The implementation of a new ERP system or an upgrade of an existing ERP system offers a unique opportunity to ensure that it optimally supports your company’s indirect tax processes. The specialists of our Indirect Tax - Technology, Process and Controls group bring a wide range of expertise to support you in this entire end-to-end process, from involving indirect tax in the discussion internally to running a smooth and successful system transformation project, leading to an optimised indirect tax position within your company.
Data analytics is an ever changing discipline that continues to grow in importance in all fields across the board. Tax is no exception. Both businesses and the tax authorities are relying on it increasingly to gain a full and accurate picture of your tax position. Data analysis therefore is an essential ‘tool’ to obtain relevant insights and to see whether you are in control of your indirect tax position.
PwC is perfectly situated to assist you and your business through this rapidly changing landscape and to harness the power and potential of data to help you unlock insights into your position and to gain further control. With the help of a strong understanding of your business, extensive knowledge of Indirect Tax and vast experience with different technology solutions PwC can help you to decide on the best solution that works for you. Learn what PwC can do for you.
Sustainability is an important driver for rapid change in business models and legislation and 'ESG' - Environmental, Social & Governance - will also impact your company’s value chain in the widest sense. From an indirect tax point of view in particular, identifying the indirect tax implications as a result of ESG driven business decisions such as introducing new business models and changes in the current value chain is one of the main areas where PwC assists.

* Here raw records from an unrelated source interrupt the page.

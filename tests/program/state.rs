//! `state` and `compensate`: what comes out, and the plates that mend it.

use approx::assert_abs_diff_eq;

use crate::run::{assert_says, twincone, twincone_with};
use crate::table::Table;

const COLUMNS: &str = "pair, a_wavelength_nm, b_wavelength_nm, a_h_deg, a_v_deg, b_h_deg, b_v_deg, basis, visibility_hv, \
     visibility_diagonal, concurrence, purity, fidelity, phase_deg, chsh_max, quadrature_error";

const PLATES: &str = "arm, material, dataset, theta_deg, phi_deg, length_mm, roll_deg, tilt_deg, delay_fs, \
     visibility_before, visibility_after";

const BBO: &str = "-m bbo:kato-1986 -p 405nm --theta 42.541deg --phi 0deg";

fn state(options: &str) -> Table {
    let table = Table::read(&twincone(&format!("state {options} -f csv")).answer());
    table.assert_columns(COLUMNS);
    table
}

#[test]
fn a_filter_decides_how_well_the_histories_are_told_apart() {
    let table = state(&format!("{BBO} --length 2mm --filter-width 3nm"));
    assert_eq!(table.column("basis"), ["oe", "lab"]);
    assert_eq!(table.column("status"), ["ok", "ok"]);
    // the agreed number of tests/state.rs
    assert_abs_diff_eq!(table.number(0, "visibility_diagonal"), 0.650, epsilon = 0.002);
    for row in 0..2 {
        assert_abs_diff_eq!(table.number(row, "a_v_deg"), 3.0, epsilon = 0.01);
        assert_abs_diff_eq!(table.number(row, "b_v_deg"), -3.0, epsilon = 0.01);
        assert_abs_diff_eq!(
            table.number(row, "concurrence"),
            table.number(1 - row, "concurrence"),
            epsilon = 1e-9
        );
        assert!(table.number(row, "quadrature_error") < 1e-3);
    }
}

#[test]
fn a_pump_across_the_wave_that_pumps_makes_no_pairs() {
    let one = format!("{BBO} --length 1mm --filter-width 3nm");
    // the optic axis lies along x: the e wave that pumps is horizontal
    for command in ["state", "compensate"] {
        let refused = twincone(&format!("{command} {one} --pump-polarization 90deg")).refusal(1);
        assert_says(&refused, &["drives none of the histories"]);
    }
    let told = twincone(&format!("state {one} --pump-polarization 60deg")).answer();
    assert_says(&told, &["near ("]);
}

And the other way around, PwC can help identifying the impact on your company of ESG driven indirect taxes, levies and indirect tax affiliated initiatives on an EU or local level, such as Carbon Border Adjustment Mechanism (CBAM), (plastic) packaging taxes, energy taxation including excise, EU Emission Trading System (ETS) and Deforestation.
Considering the market situation, more companies are looking into increasing the value of their business. One of the ways to do this is by integration, which is in most cases following a takeover or carve out. Whatever your business priorities are, unlocking new ways to create value for the future sustainably is critical. On a daily basis, PwC is supporting companies to maximise their value and achieve strategic goals in this area. During all stages of the deal, tax considerations should not be taken lightly. Proper assessment of your Indirect tax footprint, looking into the considerations and optimisation opportunities can play a big role in increasing the deal value and unlocking tax synergies.
Countries all over the world are introducing changes in their tax systems to shape taxation of the digital world. Tax Authorities see platforms as the key agents to collect taxes and gather transactional information regarding the digital economy.
Next to global trends, according to the European Commission, the 30 year old VAT rules for cross-border trade within Europe are not fit for doing business in the digital age. The rules should be amended by integrating technology to reduce administrative burdens and related costs for business and at the same time shrinking the VAT gap by combating tax fraud. In that respect, we can expect three main changes: 1) introduction of Digital reporting obligations, 2) tackling challenges of platform economy by deemed-supplier rules and 3) introducing a single VAT registration.